Transitions for the Caselaw Access Project

The Library Innovation Lab is excited to announce that the original limitations on the data available for the Caselaw Access Project expired this month, and that data can now be fully released without restriction on access or use.

As part of our original collaboration agreement with Ravel Law, Inc. (now part of LexisNexis) for the Caselaw Access Project there had been access limitations on the full text and bulk data available, which have now expired. Over the next few months, we will be partnering with other organizations in the open legal data space like the Free Law Project to shepherd this data into its next phase. The Free Law Project already includes all CAP cases, as well as cases scraped from court websites, in its CourtListener search engine.

We will continue hosting the CAP data in bulk for researchers, and as individual readable cases, at case.law. However, we will be winding down services that can be better provided elsewhere, such as the search function and API.

The previous version of the site will still be available at old.case.law until September of this year. If there are features of the previous site that are not well covered by the current site or by CourtListener, we welcome feedback to info@case.law.

This transition will allow new avenues for users to access the data produced by the Caselaw Access Project, and will consolidate efforts to create centralized access points for the law. We are very proud of the contribution that CAP has made to the open legal data movement, and will continue working to expand and support free, open, and fair access to information.

History of the Caselaw Access Project

In 2018, the Library Innovation Lab launched case.law to host and distribute data created by the Caselaw Access Project.
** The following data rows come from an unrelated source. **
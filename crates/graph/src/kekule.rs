//! Aromatic input: one valence structure for bonds that a record gives only as delocalised.

use crate::{
    BuildError,
    matching::{Matching, NONE},
};

/// Whether an atom with delocalised bonds takes part in a double bond among them.
#[derive(Debug, Clone, Copy, PartialEq, Eq, Default)]
pub enum PiDemand {
    /// It must: an aromatic carbon, a pyridine nitrogen.
    Needed,
    /// It must not: a pyrrole nitrogen, a furan oxygen, an atom with an exocyclic double bond.
    #[default]
    Excluded,
    /// It may: an unknown atom.
    Optional,
}

/// A delocalised bond: its index and its two atoms.
pub(crate) type Delocalised = (u32, u32, u32);

/// Chooses which delocalised bonds are double: a perfect matching of the atoms that need one
/// (OpenSMILES, aromaticity algorithm; Edmonds 1965). Bonds outside rings are used only where no
/// matching exists without them, so that a bond between two rings stays single.
///
/// Returns for each delocalised bond whether it is double.
pub(crate) fn assign(
    demand: &[PiDemand],
    ring: &[bool],
    delocalised: &[Delocalised],
    matching: &mut Matching,
) -> Result<Vec<bool>, BuildError> {
    // Excluded atoms take no part: the others are numbered among themselves.
    let mut number = vec![NONE; demand.len()];
    let mut members = Vec::new();
    for (atom, slot) in (0..).zip(&mut number) {
        if demand[atom as usize] != PiDemand::Excluded {
            *slot = members.len() as u32;
            members.push(atom);
        }
    }
    matching.budget = u64::MAX;
    matching.reset(members.len());
    for (vertex, &atom) in (0..).zip(&members) {
        if demand[atom as usize] == PiDemand::Optional {
            matching.set_optional(vertex);
        }
    }
    let ends = |a: u32, b: u32| [number[a as usize], number[b as usize]];
    let mut exposed = usize::MAX;
    for in_rings in [true, false] {
        for &(bond, a, b) in delocalised {
            let [a, b] = ends(a, b);
            if ring[bond as usize] == in_rings && a != NONE && b != NONE {
                matching.add_edge(a, b);
            }
        }
        exposed = matching.maximise();
        if exposed == 0 {
            break;
        }
    }
    if exposed > 0 {
        let left_over = |vertex: u32, atom: u32| {
            demand[atom as usize] == PiDemand::Needed && matching.mate(vertex) == NONE
        };
        let atoms = (0..)
            .zip(&members)
            .filter(|&(vertex, &atom)| left_over(vertex, atom))
            .map(|(_, &atom)| atom)
            .collect();
        return Err(BuildError::NoKekuleStructure { atoms });
    }
    Ok(delocalised
        .iter()
        .map(|&(_, a, b)| {
            let [a, b] = ends(a, b);
            a != NONE && b != NONE && matching.mate(a) == b
        })
        .collect())
}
Its release was the culmination of several years of work at the Harvard Law Library to digitize a corpus of 6 million cases representing almost all precedential law in the United States. The cases were digitized from Harvard’s own collection of hardbound court reporters from across the nation, an archive which predates the founding of the United States. The digitization process involved removing the binding of each volume, scanning 40 million pages, and using OCR technology to convert the PDF images into human and machine-readable text. You can see parts of that process in this video we released about the project.

Though most government documents are in the public domain, including case law, this scope of United States case law had never before been made easily accessible to the public.